Lower target beckons
There are some signs that gold could fall further before the correction is complete. As an example, we attempted a bullish breakout of the descending parallel trend channel on December 10th, but it quickly faltered, leading to a decline below the highest channel line.
A failed pattern can result in a sharp reversal in the opposite direction. Maybe that's what's happening with money right now. Since the bearish reversal originated from the top of the channel, the bottom of the channel may eventually become the target. This doesn't mean you'll reach your goal, but it does indicate that the seller may be in charge for a while.
signs of weakness
Notice that as gold fell from the 2,726 swing high (C), it fell below the 20-day moving average (purple). The intraday high then tested the 20-day line as resistance on Tuesday and Wednesday. Resistance was seen as the price rejected the area around the 20-day moving average to the downside. This is bearish action as it indicates that previous support has been confirmed as resistance. The bearish sentiment was then confirmed today as it tested resistance near the bottom of a small uptrend line starting from the 2,605 swing low.

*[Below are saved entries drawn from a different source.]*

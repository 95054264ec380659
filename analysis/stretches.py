"""The stretches of a log: which days lie between which changes, and the numbers of each stretch."""

from __future__ import annotations

from collections.abc import Iterable, Sequence
from dataclasses import replace
from datetime import date

import numpy as np

from analysis.answer import Stretch
from analysis.batch.fences import Fences, fences, is_above, is_below
from analysis.batch.fourths import fourths
from analysis.errors import AnalysisError
from analysis.log import Change, Days, Values
from analysis.points import Points


def merged(changes: Iterable[Change]) -> list[Change]:
    """Changes in order of day; those of one day become one: labels joined, the longest settling-in kept."""
    by_day: dict[date, Change] = {}
    for change in sorted(changes, key=lambda one: one.day):
        same = by_day.get(change.day)
        if same is not None:
            label = " + ".join(part for part in (same.label, change.label) if part)
            change = Change(change.day, label, max(same.settle_days, change.settle_days))
        by_day[change.day] = change
    return list(by_day.values())


Edge = tuple[Change | None, int, int]
"""The change that begins a stretch, and its first and last day number; the days between may be none."""


def check_baseline(baseline: tuple[date, date] | None, changes: Sequence[Change]) -> None:
    """Refuse a baseline that contradicts itself or the changes.

    Raises:
        AnalysisError: it ends before it begins, or reaches into the first change.
    """
    if baseline is None:
        return
    first, last = baseline
    if first > last:
        raise AnalysisError("baseline_backwards", first=first, last=last)
    if changes and last >= changes[0].day:
        raise AnalysisError("baseline_after_change", last=last, change=changes[0].day)


def edges_of(changes: Sequence[Change], baseline: tuple[date, date] | None, begin: int, end: int) -> list[Edge]:
    """The stretches as days: the baseline, then one after each change, settling-in days left out."""
    first = max(begin, baseline[0].toordinal()) if baseline else begin
    if changes:
        last = baseline[1].toordinal() if baseline else changes[0].day.toordinal() - 1
        edges: list[Edge] = [(None, first, last)]
        following = [change.day.toordinal() - 1 for change in changes[1:]] + [end]
        for change, stretch_end in zip(changes, following, strict=True):
            # A settling-in longer than the calendar ends with it.
            first_counted = min(change.day.toordinal() + change.settle_days, date.max.toordinal())
            edges.append((change, first_counted, stretch_end))
        return edges
    if baseline is None:
        return [(None, first, end)]
    last = min(end, baseline[1].toordinal())
    return [(None, first, last), (None, last + 1, end)] if last < end else [(None, first, last)]


def stretch_of(points: Points, edge: Edge, *, is_after: bool) -> Stretch:
    """The numbers of one stretch, its own fences and the periods beyond them included."""
    change, first, last = edge
    inside = points.within(first, last)
    known = inside & points.known
    starts, values = points.first[known], points.values[known]
    periods = points.first[inside]
    stretch = Stretch(
        name="after" if is_after else "baseline",
        label=change.label if change else None,
        change=change.day.toordinal() if change else None,
        first=int(periods[0]) if len(periods) else first,
        last=int(periods[-1]) if len(periods) else max(first, last),
        observations=len(values),
        blank=len(periods) - len(values),
    )
    if not len(values):
        return stretch
    batch = fourths(values)
    own = fences(batch, len(values))
    stretch = replace(
        stretch,
        median=batch.median,
        mean=_mean(values),
        lower_fourth=batch.lower,
        upper_fourth=batch.upper,
        fourth_spread=batch.spread,
    )
    if own is None:
        return stretch
    below, above = outside(starts, values, own)
    return replace(
        stretch,
        lower_fence=own.lower,
        upper_fence=own.upper,
        outer_lower_fence=own.outer_lower,
        outer_upper_fence=own.outer_upper,
        below=below,
        above=above,
    )


def _mean(values: Values) -> float:
    # Scaled so that the sum of huge values stays a number.
    scale = float(np.max(np.abs(values)))
    return float(np.mean(values / scale) * scale) if scale > 1e150 else float(np.mean(values))


def outside(starts: Days, values: Values, own: Fences) -> tuple[tuple[int, ...], tuple[int, ...]]:
    """First days of the periods below and above the inner fences."""
    return (
        tuple(starts[is_below(values, own.lower)].tolist()),
        tuple(starts[is_above(values, own.upper)].tolist()),
    )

Next target is 78.6% retracement at 2,576
The next lowest potential support level is near the 78.6% retracement at 2,576. However, as mentioned above, if the trend channel remains active, we can easily test the latest swing low at 2,537 (B) again. If the decline cannot be stopped at that price range, the next low price range, around 2,473, will be the target. This price level is a 61.8% Fibonacci retracement of the bull market that started from the May swing low. This also includes a target at 2,475, which is a descending ABCD pattern.